Source data:
━━━━
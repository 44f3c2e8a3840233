use core::f64::consts::PI;

use proptest::prelude::*;

use super::*;
use crate::{
    Act, Angle, Courses, Outside, Placement, Spurs, Start, Step, StepId, Tolerances, grow,
    parameter::parameter,
    set_parameter,
    start::{
        ColumnForm, Curve, CurveShape, FreePath, PolarBy, PolarForm, RibbonForm, RibbonFrom, Star, StarSolid,
        TranslationForm,
    },
};

fn shape(start: Start, courses: Courses) -> Shape {
    Shape {
        start,
        zones: Vec::new(),
        steps: vec![Step {
            id: StepId(1),
            name: None,
            on: true,
            side: crate::Side::Fore,
            act: Act::Lay {
                courses,
                spurs: Spurs::Retract,
            },
        }],
        finish: Vec::new(),
        placement: Placement::default(),
        outside: Outside::Grown,
        tolerances: Tolerances::default(),
    }
}

const fn deg(degrees: f64) -> Angle {
    Angle::from_degrees(degrees)
}

fn polar(ribs: u32, pitch: f64, edge_mm: f64, courses: Courses) -> Shape {
    let by = PolarBy::PitchEdge {
        pitch: deg(pitch),
        edge_mm,
    };
    shape(Start::Polar(PolarForm { ribs, by }), courses)
}

fn arc(span_mm: f64, rise_mm: f64, parts: u32, azimuth: f64) -> Curve {
    Curve {
        shape: CurveShape::Arc { span_mm, rise_mm },
        parts,
        azimuth: deg(azimuth),
    }
}

fn vault() -> Shape {
    let form = TranslationForm {
        zig: arc(4000.0, 900.0, 6, 0.0),
        zag: arc(3000.0, 600.0, 4, 90.0),
    };
    shape(Start::Translation(form), Courses::UntilStill)
}

fn column() -> Shape {
    let form = ColumnForm {
        ribs: 6,
        zag_run_mm: 300.0,
        zig_run_mm: 150.0,
        rise_mm: 250.0,
        turn: 1,
    };
    shape(Start::Column(form), Courses::Count(5))
}

const fn want(figure: Figure, value: f64, tolerance: f64) -> Want {
    Want {
        figure,
        value,
        tolerance,
    }
}

fn free(keys: &[&str]) -> Vec<Free> {
    keys.iter().copied().map(Free::new).collect()
}

fn bounded(key: &str, least: f64, most: f64) -> Free {
    Free {
        key: key.to_owned(),
        bounds: [Some(least), Some(most)],
    }
}

fn run(shape: &Shape, wants: &[Want], free: &[Free]) -> Result<Solution, Unsolved> {
    solve(shape, wants, free, Effort::default(), &mut || false)
}

fn value(shape: &Shape, key: &str) -> f64 {
    parameter(shape, key).unwrap().value
}

fn measured(shape: &Shape, which: Figure) -> Option<f64> {
    figure(shape, &grow(shape).0, which)
}

fn headroom(distance_mm: f64) -> Figure {
    Figure::Headroom(Headroom {
        distance_mm,
        ..Headroom::default()
    })
}

#[track_caller]
fn near(value: f64, expected: f64) {
    assert!(
        (value - expected).abs() < 1e-6 * (1.0 + expected.abs()),
        "{value} is not {expected}"
    );
}
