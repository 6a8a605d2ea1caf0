use std::path::Path;

use super::*;

fn parsed(text: &str) -> Result<Scene, String> {
    parse(text, Path::new("scene.toml")).map_err(|faults| faults.render(false))
}

#[test]
fn the_scene_that_is_built_in_is_right() {
    let text = builtin("bottling-hall").expect("it is there");
    let scene = parsed(text).unwrap_or_else(|faults| panic!("{faults}"));
    assert_eq!((scene.sources.len(), scene.cables.len(), scene.events.len()), (4, 3, 4));
    assert!(matches!(&scene.events[3].what, What::ClipOpened { cable, gap_m } if cable == "W12" && *gap_m == 0.5e-3));
    assert!(builtin("nowhere").is_none());
}

#[test]
fn all_that_is_wrong_is_told() {
    let text = builtin("bottling-hall").expect("it is there");
    for (from, to, expected) in [
        ("kind        = \"drive\"", "kind        = \"driver\"", "did you mean `drive`"),
        ("material = \"nizn-800\"", "material = \"nizn-80\"", "no material is named `nizn-80`"),
        ("cable = \"W12\"\ngap", "cable = \"W13\"\ngap", "no cable is named `W13`"),
        ("source = \"drive-1\"", "source = \"drive-2\"", "no source is named `drive-2`"),
        ("what  = \"clip-opened\"", "what  = \"clip-open\"", "did you mean `clip-opened`"),
        ("inner = \"13 mm\"", "inner = \"30 mm\"", "the hole is not smaller"),
        ("start    = \"2026-08-31T22:00:00Z\"", "start    = \"yesterday\"", "is no time"),
        ("input       = 3", "input       = 1", "the same tag or input"),
        ("impedance   = \"18 ohm\"", "impedance   = \"18 V\"", "ohm"),
        ("step        = \"3.6 V\"", "stepp       = \"3.6 V\"", "did you mean `step`"),
        ("rise        = \"30 ns\"", "rise        = \"30 ns\"\nnode = \"rack\"", "no cable and no link begins"),
        ("format = 1", "format = 9", "of format 9"),
    ] {
        assert!(text.contains(from), "{from}");
        let faults = parsed(&text.replacen(from, to, 1)).expect_err(to);
        assert!(faults.contains(expected), "{to}: {expected}\n{faults}");
    }
    // Two faults are told at once.
    let both = text.replacen("mu         = 800", "mu = 0.5", 1).replacen("by     = \"2 dB\"", "by = \"2 V\"", 1);
    let faults = parsed(&both).expect_err("two faults");
    assert!(faults.contains("0.5") && faults.contains("`2 V`"), "{faults}");
}
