impl Writer {
    /// Opens the record, makes it if there is none, and brings an older one to the present format.
    ///
    /// # Errors
    /// Another process writes it, a later version wrote it, it is no record, or the file cannot be written.
    pub fn open(path: &Path) -> Result<Self, RecordError> {
        let (db, lock) = open::for_writing(path)?;
        Ok(Self {
            db,
            path: path.to_owned(),
            cables: HashMap::new(),
            series: HashMap::new(),
            states: HashMap::new(),
            settings: HashMap::new(),
            site_version: None,
            _lock: lock,
        })
    }

    /// What the record holds, with all that was written so far.
    pub fn read(&self) -> Read<'_> {
        Read::new(&self.db, &self.path)
    }

    /// Is there something that was written, but not committed?
    pub fn is_dirty(&self) -> bool {
        !self.db.is_autocommit()
    }

    /// Puts on the disk what was written since the last commit: all of it or, on failure, nothing of it.
    ///
    /// # Errors
    /// The disk is full, or otherwise refuses. What was gathered is kept and can be committed later.
    pub fn commit(&mut self) -> Result<(), RecordError> {
        if self.is_dirty() {
            self.db.execute_batch("COMMIT").map_err(open::database(&self.path))?;
        }
        Ok(())
    }

    /// Commits, and brings everything from the log beside the file into the file itself, as far as no reader is in the
    /// way: whoever copies the file alone after an orderly stop has it all.
    ///
    /// # Errors
    /// The database cannot be written.
    pub fn close(mut self) -> Result<(), RecordError> {
        self.commit()?;
        let wrong = open::database(&self.path);
        self.db.query_row("PRAGMA wal_checkpoint(TRUNCATE)", [], |_| Ok(())).map_err(wrong)
    }

    /// Keeps the site file, if it is another one than the latest. Its number is laid to all settings from now on.
    ///
    /// # Errors
    /// The database cannot be written. (As for all functions here.)
    pub fn site_version(&mut self, time: Time, path: &Path, text: &str) -> Result<bool, RecordError> {
        self.begin()?;
        let sha256 = hexadecimal(&Sha256::digest(text.as_bytes()));
        let wrong = open::database(&self.path);
        let latest: Option<(i64, String)> = self
            .db
            .query_row("SELECT id, sha256 FROM site_version ORDER BY id DESC LIMIT 1", [], |row| {
                Ok((row.get(0)?, row.get(1)?))
            })
            .optional()
            .map_err(wrong)?;
        self.settings.clear();
        if let Some((id, _)) = latest.filter(|(_, latest)| *latest == sha256) {
            self.site_version = Some(id);
            return Ok(false);
        }
        let path = path.to_string_lossy();
        self.insert(
            "INSERT INTO site_version (time_us, sha256, path, text) VALUES (?1, ?2, ?3, ?4)",
            params![time.as_micros(), sha256, path, text],
        )?;
        self.site_version = Some(self.db.last_insert_rowid());
        Ok(true)
    }

    /// The number of the cable with this tag.
    ///
    /// # Errors
    /// The database cannot be written.
    pub fn cable(&mut self, tag: &str) -> Result<CableId, RecordError> {
        if let Some(id) = self.cables.get(tag) {
            return Ok(*id);
        }
        let id =
            self.number("SELECT id FROM cable WHERE tag = ?1", "INSERT INTO cable (tag) VALUES (?1)", params![tag])?;
        self.cables.insert(tag.to_owned(), id);
        Ok(id)
    }

    /// The number of an operating state.
    ///
    /// # Errors
    /// The database cannot be written.
    pub fn state(&mut self, name: &str) -> Result<StateId, RecordError> {
        if let Some(id) = self.states.get(name) {
            return Ok(*id);
        }
        let id =
            self.number("SELECT id FROM state WHERE name = ?1", "INSERT INTO state (name) VALUES (?1)", params![name])?;
        let id = small(id)?;
        self.states.insert(name.to_owned(), id);
        Ok(id)
    }

    /// The number of a band of a cable, in a unit.
    ///
    /// # Errors
    /// The database cannot be written.
    pub fn series(&mut self, cable: CableId, band: &str, unit: LevelUnit) -> Result<SeriesId, RecordError> {
        let key = (cable, band.to_owned(), unit);
        if let Some(id) = self.series.get(&key) {
            return Ok(*id);
        }
        let id = self.number(
            "SELECT id FROM series WHERE cable_id = ?1 AND band = ?2 AND unit = ?3",
            "INSERT INTO series (cable_id, band, unit) VALUES (?1, ?2, ?3)",
            params![cable, band, unit.label()],
        )?;
        let id = small(id)?;
        self.series.insert(key, id);
        Ok(id)
    }

    /// The number of a set of settings, as JSON, of an instrument under the present site file.
    ///
    /// # Errors
    /// The database cannot be written, or no site file was kept yet.
    pub fn setting(&mut self, instrument: &str, json: &str) -> Result<SettingId, RecordError> {
        let key = (instrument.to_owned(), json.to_owned());
        if let Some(id) = self.settings.get(&key) {
            return Ok(*id);
        }
        let site_version = self.site_version;
        let id = self.number(
            "SELECT id FROM setting WHERE instrument = ?1 AND json = ?2 AND site_version_id = ?3",
            "INSERT INTO setting (instrument, json, site_version_id) VALUES (?1, ?2, ?3)",
            params![instrument, json, site_version],
        )?;
        self.settings.insert(key, id);
        Ok(id)
    }

    /// A sweep with its levels.
    ///
    /// # Errors
    /// The database cannot be written.
    pub fn sweep(&mut self, sweep: &NewSweep<'_>) -> Result<(), RecordError> {
        self.insert(
            "INSERT INTO sweep (time_us, cable_id, state_id, setting_id) VALUES (?1, ?2, ?3, ?4)",
            params![sweep.time.as_micros(), sweep.cable, sweep.state, sweep.setting],
        )?;
        let id = self.db.last_insert_rowid();
        let wrong = open::database(&self.path);
        let mut insert = self
            .db
            .prepare_cached(
                "INSERT INTO level (sweep_id, series_id, level_cdb, peak_cdb, peak_hz, quality) \
                 VALUES (?1, ?2, ?3, ?4, ?5, ?6)",
            )
            .map_err(wrong)?;
        for level in sweep.levels {
            // What is no number is no level; a series without one at a time is simply absent there.
            let Some(level_cdb) = to_centi(level.level_db) else { continue };
            let row = params![
                id,
                level.series,
                level_cdb,
                to_centi(level.peak_db).unwrap_or(level_cdb),
                level.peak_hz.round() as i64,
                level.quality.code()
            ];
            insert.execute(row).map_err(wrong)?;
        }
        Ok(())
    }

    /// A closed block.
    ///
    /// # Errors
    /// The database cannot be written, or the block is there already.
    pub fn block(&mut self, series: SeriesId, state: StateId, block: &Block) -> Result<(), RecordError> {
        self.insert(
            "INSERT INTO block (series_id, state_id, start_us, median_db, count, quality) VALUES (?1, ?2, ?3, ?4, ?5, ?6)",
            params![series, state, block.start.as_micros(), block.median_db, block.count, block.worst.code()],
        )
    }

    /// The state of a chart after the last block that it has seen.
    ///
    /// # Errors
    /// The database cannot be written.
    pub fn chart(&mut self, series: SeriesId, state: StateId, chart: &ChartState) -> Result<(), RecordError> {
        let json = serde_json::to_string(chart).map_err(content("a chart"))?;
        self.insert(
            "INSERT INTO chart (series_id, state_id, json) VALUES (?1, ?2, ?3) \
             ON CONFLICT (series_id, state_id) DO UPDATE SET json = excluded.json",
            params![series, state, json],
        )
    }

    /// A reference.
    ///
    /// # Errors
    /// The database cannot be written.
    pub fn reference(&mut self, new: &NewReference<'_>) -> Result<(), RecordError> {
        let figure = serde_json::to_string(&new.figure).map_err(content("a reference"))?;
        self.insert(
            "INSERT INTO reference (series_id, state_id, kind, from_us, to_us, marked_us, who, note, figure) \
             VALUES (?1, ?2, ?3, ?4, ?5, ?6, ?7, ?8, ?9)",
            params![
                new.series,
                new.state,
                new.kind.label(),
                new.interval.from.as_micros(),
                new.interval.to.as_micros(),
                new.marked.as_micros(),
                new.who,
                new.note,
                figure
            ],
        )
    }

    /// From `time` on the levels of a cable cannot be compared with those before. The states of its charts are forgotten;
    /// references stay, but those of before no longer count.
    ///
    /// # Errors
    /// The database cannot be written.
    pub fn epoch(&mut self, cable: CableId, time: Time, reason: &str) -> Result<(), RecordError> {
        self.insert(
            "INSERT INTO epoch (cable_id, time_us, reason) VALUES (?1, ?2, ?3)",
            params![cable, time.as_micros(), reason],
        )?;
        self.insert("DELETE FROM chart WHERE series_id IN (SELECT id FROM series WHERE cable_id = ?1)", params![cable])
    }

    /// A cable has no levels from `from` on; the number of the gap.
    ///
    /// # Errors
    /// The database cannot be written.
    pub fn begin_gap(&mut self, cable: CableId, from: Time, reason: &str) -> Result<i64, RecordError> {
        self.insert(
            "INSERT INTO gap (cable_id, from_us, reason) VALUES (?1, ?2, ?3)",
            params![cable, from.as_micros(), reason],
        )?;
        Ok(self.db.last_insert_rowid())
    }

    /// A gap is over.
    ///
    /// # Errors
    /// The database cannot be written.
    pub fn end_gap(&mut self, gap: i64, to: Time) -> Result<(), RecordError> {
        self.insert("UPDATE gap SET to_us = ?2 WHERE id = ?1", params![gap, to.as_micros()])
    }

    /// What happened to an alarm: the alarm as it is now, and the entry of the journal.
    ///
    /// # Errors
    /// The database cannot be written.
    pub fn alarm(&mut self, action: &Action) -> Result<(), RecordError> {
        let alarm = &action.alarm;
        let json = serde_json::to_string(alarm).map_err(content("an alarm"))?;
        self.insert(
            "INSERT INTO alarm (occurrence, kind, subject, state, raised_us, since_us, rise_cdb, text, json) \
             VALUES (?1, ?2, ?3, ?4, ?5, ?6, ?7, ?8, ?9) ON CONFLICT (occurrence) DO UPDATE SET \
             state = excluded.state, since_us = excluded.since_us, rise_cdb = excluded.rise_cdb, text = excluded.text, \
             json = excluded.json",
            params![
                alarm.occurrence as i64,
                alarm.key.kind.label(),
                alarm.key.subject,
                alarm.state.label(),
                alarm.raised.as_micros(),
                alarm.detail.since.map(Time::as_micros),
                alarm.detail.rise_db().and_then(to_centi),
                alarm.detail.text,
                json
            ],
        )?;
        if alarm.state != AlarmState::Returned {
            self.supersede(alarm.occurrence, &alarm.key.kind.to_string(), &alarm.key.subject)?;
        }
        let by = alarm.acknowledged.as_ref().filter(|by| by.time == action.time);
        let by = by.filter(|_| action.transition == hushwatch_alarm::Transition::Acknowledged);
        let (who, note, cause) = by.map_or(("", "", ""), |by| (&by.who, &by.note, by.cause.label()));
        self.insert(
            "INSERT INTO alarm_event (occurrence, time_us, transition, text, who, note, cause) \
             VALUES (?1, ?2, ?3, ?4, ?5, ?6, ?7)",
            params![
                alarm.occurrence as i64,
                action.time.as_micros(),
                action.transition.label(),
                action.text,
                who,
                note,
                cause
            ],
        )
    }

    /// An alarm that occurs again before its last occurrence was acknowledged takes that one's place among the open ones.
    fn supersede(&mut self, occurrence: u64, kind: &str, subject: &str) -> Result<(), RecordError> {
        self.insert(
            "UPDATE alarm SET state = 'normal' \
             WHERE kind = ?1 AND subject = ?2 AND occurrence < ?3 AND state <> 'normal'",
            params![kind, subject, occurrence as i64],
        )
    }

    /// Something is to be told to a recipient.
    ///
    /// # Errors
    /// The database cannot be written.
    pub fn to_tell(&mut self, time: Time, recipient: &str, key: &str, body: &str) -> Result<i64, RecordError> {
        self.insert(
            "INSERT INTO outbox (recipient, key, body, created_us) VALUES (?1, ?2, ?3, ?4)",
            params![recipient, key, body, time.as_micros()],
        )?;
        Ok(self.db.last_insert_rowid())
    }

    /// It was told.
    ///
    /// # Errors
    /// The database cannot be written.
    pub fn told(&mut self, id: i64, time: Time) -> Result<(), RecordError> {
        self.insert("UPDATE outbox SET delivered_us = ?2 WHERE id = ?1", params![id, time.as_micros()])
    }

    /// It was tried to tell, in vain.
    ///
    /// # Errors
    /// The database cannot be written.
    pub fn not_told(&mut self, id: i64, why: &str) -> Result<(), RecordError> {
        self.insert("UPDATE outbox SET attempts = attempts + 1, error = ?2 WHERE id = ?1", params![id, why])
    }

    /// Something small that is to be known at the next start; `None` forgets it.
    ///
    /// # Errors
    /// The database cannot be written.
    pub fn remember(&mut self, key: &str, value: Option<&str>) -> Result<(), RecordError> {
        match value {
            Some(value) => self.insert(
                "INSERT INTO meta (key, value) VALUES (?1, ?2) ON CONFLICT (key) DO UPDATE SET value = excluded.value",
                params![key, value],
            ),
            None => self.insert("DELETE FROM meta WHERE key = ?1", params![key]),
        }
    }

    fn begin(&mut self) -> Result<(), RecordError> {
        if self.db.is_autocommit() {
            self.db.execute_batch("BEGIN IMMEDIATE").map_err(open::database(&self.path))?;
        }
        Ok(())
    }

    fn insert(&mut self, sql: &str, values: &[&dyn rusqlite::ToSql]) -> Result<(), RecordError> {
        self.begin()?;
        let done = self.db.prepare_cached(sql).and_then(|mut statement| statement.execute(values));
        done.map(|_| ()).map_err(open::database(&self.path))
    }

    /// The number that `select` finds; what `insert` makes if it finds none.
    fn number(&mut self, select: &str, insert: &str, values: &[&dyn rusqlite::ToSql]) -> Result<i64, RecordError> {
        let found = self
            .db
            .prepare_cached(select)
            .and_then(|mut statement| statement.query_row(values, |row| row.get(0)).optional())
            .map_err(open::database(&self.path))?;
        if let Some(id) = found {
            return Ok(id);
        }
        self.insert(insert, values)?;
        Ok(self.db.last_insert_rowid())
    }
}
━━━━
Apply a filter for "DELETE" to the data above, then copy each line that matches.

        self.insert("DELETE FROM chart WHERE series_id IN (SELECT id FROM series WHERE cable_id = ?1)", params![cable])
            None => self.insert("DELETE FROM meta WHERE key = ?1", params![key]),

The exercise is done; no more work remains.